A: Paris, Île-de-France, France
One of the more unusual volumes that I handled during my long career as an antiquarian bookseller was a collection of 78 legal documents and other printed pamphlets relating to the arrests, trials and punishments of Louis Dominique Bourguignon, called Cartouche, and his notorious “Cours des Miracles” gang of criminals. This was bound with 62 documents, including official arrest and sentencing records, relating to crimes committed in France in the 17th and 18th centuries. One of France’s most famous outlaws, Cartouche was portrayed (and romanticized) in countless stories, plays, songs and films, including the 1962 film “Cartouche,” starring Jean-Paul Belmondo and Claudia Cardinale. His crimes and those of his followers were exhaustively detailed in the collection, which consisted chiefly of documents issued by the Cour de Parlement de Paris, the ancien régime’s primary legislative and judicial body.
Cartouche was the son of a wine merchant. After expulsion from school, he became the head of a gang in Normandy, then served for a time as a police informant before joining the army. Upon leaving the army, Cartouche and some of his fellow soldiers formed a new criminal gang, headquartered in the Cour des Miracles, a notorious Parisian slum. Cartouche's Cour des Miracles gang, which appears to have had over one hundred members (both male and female), was an early example of organized crime in France: Cartouche had himself elected leader, and punished challenges to his authority with death. Members of Cartouche’s gang terrorized the city with almost daily robberies and murders; they were especially feared for their attacks on carriages traveling from Versailles to Paris.
Betrayed by one of his accomplices, Cartouche was arrested on January 6, 1721 and thrown into prison. Believing that his gang would rescue him, he at first refused to divulge any information to the authorities, even when subjected to the question extraordinaire, a particularly brutal form of judicial torture. Cartouche was scheduled to be executed on November 27, 1721, and hoped for rescue up until the last minute; however, when he finally realized his gang had broken faith with him, he begged the officiating priest for a reprieve so that he could take revenge by betraying his former associates. On November 28, after making his confession, Cartouche was broken on the wheel (rompu vif), the standard execution for robbers and brigands in 18th-century France. Document no. 6 in the collection (see list below), dated November 26, 1721, records the death sentence given to Cartouche and seven of his associates by the Cour de Parlement de Paris.
After Cartouche’s execution, most of the remaining Cour des Miracles gang members were arrested and tried for their crimes, which included murder, armed robbery, breaking and entering, stealing from churches and royal residences, receiving stolen goods, and harboring other criminals.
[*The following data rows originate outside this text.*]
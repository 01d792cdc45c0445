"""Readings and the errors that runs share, out of the raw record."""

from __future__ import annotations

from collections.abc import Callable, Sequence
from typing import Any

from designer import expressions, units
from designer.dimensions import Deduction
from designer.laws import parse, report, species_known
from designer.noting import Notes, near
from designer.records import Candidate, Dimension, Prepared, Reading, RunErrors
from designer.setting import Setting, rate_dimension
from designer.studyfile import Entry


def readings(notes: Notes, setting: Setting, listed: Sequence[Candidate]) -> tuple[Reading, ...]:
    """What is read, with its errors, in internal units."""
    entry = notes.raw.root.get("readings")
    tables = [table for table in entry.each() if table.value is not None] if entry is not None else []
    if not tables:
        advice = 'Add [[readings]] with signal = "[ester]" and its errors'
        notes.missing(notes.raw.root, "readings", "no reading: nothing is measured", advice)
    found = [_reading(notes, setting, listed, table) for table in tables]
    good = [reading for reading in found if reading is not None]
    _names(notes, tables, good)
    return tuple(good)


def _names(notes: Notes, tables: Sequence[Entry], found: Sequence[Reading]) -> None:
    names = [reading.name for reading in found]
    for name in dict.fromkeys(n for n in names if names.count(n) > 1):
        advice = "Give each a name of its own"
        notes.problem("readings", f"two readings are called '{name}'", advice=advice)


def _reading(notes: Notes, setting: Setting, listed: Sequence[Candidate], table: Entry) -> Reading | None:
    signal = table.get("signal")
    if signal is None:
        notes.missing(table, "signal", "a reading without a signal", 'Add signal = "[ester]"')
        return None
    before = len(notes.problems)
    node = parse(notes, signal, "the signal")
    if node is None or not species_known(notes, setting, signal, node, "the signal"):
        return None
    dimension = _dimension(notes, setting, listed, signal, node)
    if dimension is None:
        return None
    if not expressions.species(node) and "rate" not in expressions.names(node):
        advice = "Let it depend on a concentration or on rate"
        notes.problem(signal.where, "the signal does not change with the reaction", advice=advice)
    values = _errors(notes, table, dimension)
    if len(notes.problems) > before:
        return None
    name = table.get("name")
    text = signal.value
    plain = text.strip("[] ") if text.strip("[] ") in setting.species else text
    unit = _unit(table, setting, node, dimension)
    return Reading(name.value if name else plain, node, text, dimension, unit, **values)


def _dimension(
    notes: Notes,
    setting: Setting,
    listed: Sequence[Candidate],
    entry: Entry,
    node: expressions.Node,
) -> Dimension | None:
    """Dimension of the signal. Its names are known numbers: it must mean the same under every law."""
    known = dict(setting.bare)
    unknowns = {constant.name for candidate in listed for constant in candidate.constants}
    if len(setting.equations) == 1:
        (equation,) = setting.equations.values()
        known["rate"] = rate_dimension(equation, setting.species)
    unknown = [name for name in expressions.names(node) if name not in known]
    for name in unknown:
        if name in setting.species:
            notes.problem(
                entry.where, f"'{name}' is a species", advice=f"Write [{name}] for its concentration"
            )
        elif name == "rate":
            message = "which step's rate? the study has several"
            notes.problem(entry.where, message, advice="Write the signal with concentrations")
        elif name in unknowns:
            message = f"'{name}' is an unknown of a candidate, and a signal must mean the same under all"
            advice = (
                "Give the signal a known number in [constants]; [run_errors] scale says how well it is known"
            )
            notes.problem(entry.where, message, advice=advice)
        else:
            message = f"'{name}' in the signal is not known"
            notes.problem(entry.where, message, advice=f"Add {name} to [constants]. {near(name, known)}")
    if unknown:
        return None
    plain = {n: q.value for n, q in setting.constants.items() if q.dimension == units.NONE}
    deduction = Deduction(known, setting.species, plain)
    found = deduction.of(node)
    report(notes, entry.where, deduction.clashes)
    return None if deduction.clashes else found.dimension


def _unit(table: Entry, setting: Setting, node: expressions.Node, dimension: Dimension) -> str:
    """Unit of the signal as the file writes it: of the absolute error, a limit, or the species read."""
    for key in ("absolute", "lowest", "highest"):
        entry = table.get(key)
        if entry is not None and isinstance(entry.value, str):
            return units.read(entry.value).unit
    for condition in setting.conditions:
        if condition.is_species and condition.dimension == dimension:
            return condition.unit
    return units.unit_of(dimension)


def _errors(notes: Notes, table: Entry, dimension: Dimension) -> dict[str, Any]:
    found: dict[str, float | None] = {
        "relative": notes.share(table.get("relative")) or 0.0,
        "absolute": notes.positive(table.get("absolute"), dimension, zero=True) or 0.0,
        "time_error": notes.positive(table.get("time_error"), units.TIME, zero=True) or 0.0,
        "every": notes.positive(table.get("every"), units.TIME),
        "memory": notes.positive(table.get("memory"), units.TIME, zero=True),
        "uncertain": notes.factor(table.get("uncertain")),
    }
    for key in ("lowest", "highest"):
        entry = table.get(key)
        quantity = notes.quantity(entry, dimension)
        found[key] = quantity.value if quantity is not None else None
    low, high = found["lowest"], found["highest"]
    if low is not None and high is not None and low >= high:
        shown = f"{table.value['lowest']} and {table.value['highest']}"
        notes.problem(table.where, "the trusted range is reversed or empty", shown, "lowest below highest")
    if not found["relative"] and not found["absolute"] and not notes.lost(table.where):
        stated = [key for key in ("relative", "absolute") if table.get(key) is not None]
        advice = 'Add relative = "1 %" or absolute, from repeated injections of one sample'
        message = "a reading without an error" if not stated else "a reading whose error is 0"
        notes.problem(table.where, message, advice=advice)
    return found


def run_errors(notes: Notes, setting: Setting, found: Sequence[Reading]) -> RunErrors:
    """Errors shared by all samples of a run; relative, K, s or the unit of the signal."""
    entry = notes.raw.root.get("run_errors")
    if entry is None:
        return RunErrors()
    return RunErrors(
        rate=notes.share(entry.get("rate")) or 0.0,
        prepared=_prepared(notes, setting, entry.get("prepared")),
        temperature=notes.difference(entry.get("temperature")) or 0.0,
        time_zero=notes.positive(entry.get("time_zero"), units.TIME, zero=True) or 0.0,
        scale=_per_reading(notes, entry.get("scale"), found, lambda inner, _: notes.share(inner)),
        baseline=_per_reading(
            notes,
            entry.get("baseline"),
            found,
            lambda inner, reading: notes.positive(inner, reading.dimension, zero=True),
        ),
    )


def _prepared(notes: Notes, setting: Setting, entry: Entry | None) -> tuple[Prepared, ...]:
    names = [c.name for c in setting.conditions if c.name != "temperature"]
    found = []
    for name, inner in entry.items() if entry is not None else ():
        if name not in names and notes.excused(name):
            continue
        if name not in names:
            notes.problem(inner.where, f"'{name}' is no condition that is prepared", advice=near(name, names))
        elif isinstance(inner.value, dict):
            stock, each = notes.share(inner.get("stock")), notes.share(inner.get("each_run"))
            found.append(Prepared(name, stock or 0.0, each or 0.0))
        else:
            found.append(Prepared(name, 0.0, notes.share(inner) or 0.0))
    return tuple(found)


def _per_reading(
    notes: Notes,
    entry: Entry | None,
    found: Sequence[Reading],
    take: Callable[[Entry, Reading], float | None],
) -> tuple[tuple[str, float], ...]:
    """(name of reading, size) pairs; "" stands for every reading."""
    if entry is None or not found:
        return ()
    if not isinstance(entry.value, dict):
        sizes = [take(entry, reading) for reading in found]
        return (("", sizes[0]),) if all(size is not None for size in sizes) and sizes[0] is not None else ()
    known = {reading.name: reading for reading in found}
    pairs = []
    for name, inner in entry.items():
        if name not in known:
            notes.problem(inner.where, f"there is no reading '{name}'", advice=near(name, known))
            continue
        size = take(inner, known[name])
        if size is not None:
            pairs.append((name, size))
    return tuple(pairs)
These proceedings, which took place at the Cour de Parlement de Paris in the summer and fall of 1722, are recorded in documents in the list below. The sentences included hanging, being burned alive, the wheel, branding, whipping, the stocks, banishment and the galleys.
Of the remaining documents in this collection, the most interesting were a defense of the notorious Marquise de Brinvilliers, executed in 1676 for poisoning her family; the arrest records of Robert-François Damiens (no. 130), drawn and quartered in 1757 for attempting to stab Louis XV, and of Damiens’s family arrested and punished for their association with him; and a record of the judgment against the famous French smuggler and bandit Louis Mandrin. The remaining documents record arrests and punishments for diverse crimes, including theft, pimping, infanticide, fraud, heresy, and refusing a dying person the last rites.
This remarkable collection on crime may have been assembled by Pierre Théodore Noël du Payrat, seigneur de Razat (1761-1832), jurist, King’s counsel, acting procurer general of the Parlement of Paris, delegate from the Dordogne to the États généraux in 1789, and member of the Council of Five Hundred. Noël de Peyrat’s descendants still maintain the Chateau de Razat and its important library of books on jurisprudence.